What diligence finds: no annual penetration test, no documented incident response plan, no quarterly access review, no formal third-party SaaS inventory, no employee phishing simulation in the last 12 months, no CISO function (often the CTO has both hats).
The remediation in 90 days: commission a pen test, build the incident response plan, run a user access review across SaaS tools, document the vendor inventory, run a phishing simulation, and if scale warrants, hire or appoint a CISO function distinct from the CTO.
The 90-day plan
What follows is the sequence we run when a sell-side engagement begins with 90 days before the buyer's diligence team is expected on site.
Days 1 to 15. Pull the existing documentation. RCM, close calendar, board resolutions, ROC compliance, GST reconciliations, ITGC documentation. Identify gaps. Build the remediation register.
Days 16 to 45. Execute the high-effort items in parallel. ITGC role redesign and access review. ROC catch-up. GST reconciliation. RCM build for the top processes.
Days 46 to 75. Testing and validation. Test the controls in the RCM. Run the mock close. Run the pen test. Run the phishing simulation.
Days 76 to 90. Documentation and packaging. Build the data room. Index the board resolutions. Prepare the management presentation on the control environment. Brief the senior team on the diligence walkthroughs they will be asked to do.
What buyers actually look at
Three patterns in how PE diligence teams read the control environment.
First, they look at the gap between what management says and what the documentation supports. If management says ITGC is solid and the documentation shows a 14-month-old access review, the gap is the finding.
Second, they look at the trend, not just the point-in-time state. If the company is moving from manual to system-based controls, that direction is positive. If the company is regressing — controls that operated last year are not operating this year — that is a flag.
Third, they look at how the founder and CFO discuss the gaps. A founder who can articulate where the control environment is weak and what the remediation plan is gets credit. A founder who claims the environment is fine when the diligence team has already identified gaps loses credibility, and the negotiation tightens on warranties, indemnities, and earn-outs.

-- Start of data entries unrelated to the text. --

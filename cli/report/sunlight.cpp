// SPDX-License-Identifier: MIT
#include "cli/report/sunlight.hpp"

#include "cli/report/json_text.hpp"
#include "cli/report/say.hpp"
#include "cli/report/sunlight_months.hpp"
#include "cli/report/text_table.hpp"

#include <fmt/format.h>
#include <iterator>

namespace dialwright::cli {
namespace {

using namespace std::chrono;

Json face_json(const LightYear& year) {
    const LightFace& face = year.face;
    Json out{{"name", face.name},
             {"year", year.year},
             {"site",
              {{"latitude_deg", json_number(face.site.latitude.in_degrees())},
               {"longitude_deg", json_number(face.site.longitude.in_degrees())},
               {"zone", face.zone.name()}}},
             {"plate",
              {{"normal_azimuth_deg", json_number(face.attitude.normal_azimuth.in_degrees())},
               {"normal_altitude_deg", json_number(face.attitude.normal_altitude.in_degrees())}}}};
    const auto totals = [](const LightTotals& sum) {
        return Json{{"up_h", json_number(sum.up_h)},
                    {"facing_h", json_number(sum.facing_h)},
                    {"lit_h", json_number(sum.lit_h)},
                    {"days_lit", sum.days_lit}};
    };
    out["total"] = totals(total_of(year));
    out["months"] = Json::array();
    for (const LightTotals& month : months_of(year))
        out["months"].push_back(totals(month));
    out["days"] = Json::array();
    for (const LightDay& day : year.days) {
        Json spans = Json::array();
        for (const TimeSpan& span : day.lit)
            spans.push_back({iso_clock(face.zone, span.from), iso_clock(face.zone, span.to)});
        out["days"].push_back({{"date", iso_date(day.date)},
                               {"up_h", json_number(hours_of(day.up))},
                               {"facing_h", json_number(hours_of(day.facing))},
                               {"lit_h", json_number(hours_of(day.lit_for))},
                               {"lit", std::move(spans)}});
    }
    return out;
}

/// A text that a comma may stand in.
std::string csv_text(const std::string& text) {
    std::string quoted = "\"";
    for (const char c : text)
        quoted.append(c == '"' ? 2 : 1, c);
    return quoted + '"';
}

} // namespace

LightYear light_year(LightFace face, int year) {
    const auto begin_of = [&](sys_days date) {
        return face.zone.to_utc(ClockReading{local_days{date.time_since_epoch()}}).first;
    };
    const sys_days first = sys_days{std::chrono::year{year} / January / 1},
                   last = sys_days{std::chrono::year{year + 1} / January / 1};
    const Instant from = begin_of(first), to = begin_of(last);
    const Almanac almanac{from - days{1}, to + days{1}};
    // A day more on either side: the chart's days are those of standard time.
    LightYear made{
        face,
        year,
        plate_light(face.site, frame_of(face.attitude), face.skyline, almanac, from - hours{23}, to + hours{23}),
        {}};
    for (sys_days date = first; date < last; date += days{1}) {
        LightDay day;
        day.date = date;
        day.begin = begin_of(date);
        day.end = begin_of(date + days{1});
        day.lit = spans_within(made.light.lit, day.begin, day.end);
        day.up = time_within(made.light.up, day.begin, day.end);
        day.facing = time_within(made.light.facing, day.begin, day.end);
        day.lit_for = time_within(made.light.lit, day.begin, day.end);
        made.days.push_back(std::move(day));
    }
    return made;
}

std::string sunlight_text(const std::vector<LightYear>& years) {
    std::string text;
    const auto put = std::back_inserter(text);
    if (years.size() > 1)
        fmt::format_to(put, "Hours of Sun on the face\n{}\n",
                       text_table(compared_columns(years), compared_rows(years), 2));
    for (const LightYear& year : years) {
        fmt::format_to(put, "{}\n{}", face_heading(year), text_table(month_columns(), month_rows(year), 2));
        for (const std::string& remark : light_remarks(year))
            fmt::format_to(put, "  {}\n", remark);
        fmt::format_to(put, "  Lit, by the clock:\n{}\n", text_table(day_columns(), day_rows(year), 4));
    }
    return text + k_light_note + '\n';
}

std::string sunlight_json(const std::vector<LightYear>& years) {
    Json out{{"format", 1}, {"faces", Json::array()}};
    for (const LightYear& year : years)
        out["faces"].push_back(face_json(year));
    return json_text(out);
}

std::string sunlight_csv(const std::vector<LightYear>& years) {
    std::string text = "face,date,up_h,facing_h,lit_h,first,last,spans\n";
    for (const LightYear& year : years)
        for (const LightDay& day : year.days)
            fmt::format_to(std::back_inserter(text), "{},{},{},{},{},{},{},{}\n", csv_text(year.face.name),
                           iso_date(day.date), fixed(hours_of(day.up), 4), fixed(hours_of(day.facing), 4),
                           fixed(hours_of(day.lit_for), 4),
                           day.lit.empty() ? "" : iso_clock(year.face.zone, day.lit.front().from),
                           day.lit.empty() ? "" : iso_clock(year.face.zone, day.lit.back().to), day.lit.size());
    return text;
}

} // namespace dialwright::cli
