// SPDX-License-Identifier: MIT
#pragma once

#include <nlohmann/json.hpp>

#include <string>

namespace dialwright::cli {

using Json = nlohmann::ordered_json;

/// Null where there is no number.
[[nodiscard]] Json number(double value);
/// One line of text. Numbers to the millionth, without exponents, "-0" or noise in the last digits.
[[nodiscard]] std::string json_text(const Json& json);

} // namespace dialwright::cli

The control gap discussion is not a binary. The buyer is not deciding whether the gaps exist. They almost always do. The buyer is deciding whether the founder has the operational discipline to close them in the year after closing. A clean 90-day pre-close remediation plan, with evidence, is the strongest signal the founder can offer.
What we tell sell-side founders
Two things, before the engagement begins.
First, the diligence will find the gaps. It always does. The question is whether the founder finds them first and shows up with a plan, or whether the buyer finds them and uses them in the negotiation.
Second, the 90-day timeline is enough only if the founder is fully committed. The CFO and the company secretary cannot run this on top of their day jobs. Either the founder reallocates them for the duration of the pre-close work, or the engagement does not get done.
The deals that close cleanly are the ones where the founder takes the pre-close period as seriously as they took the fundraise.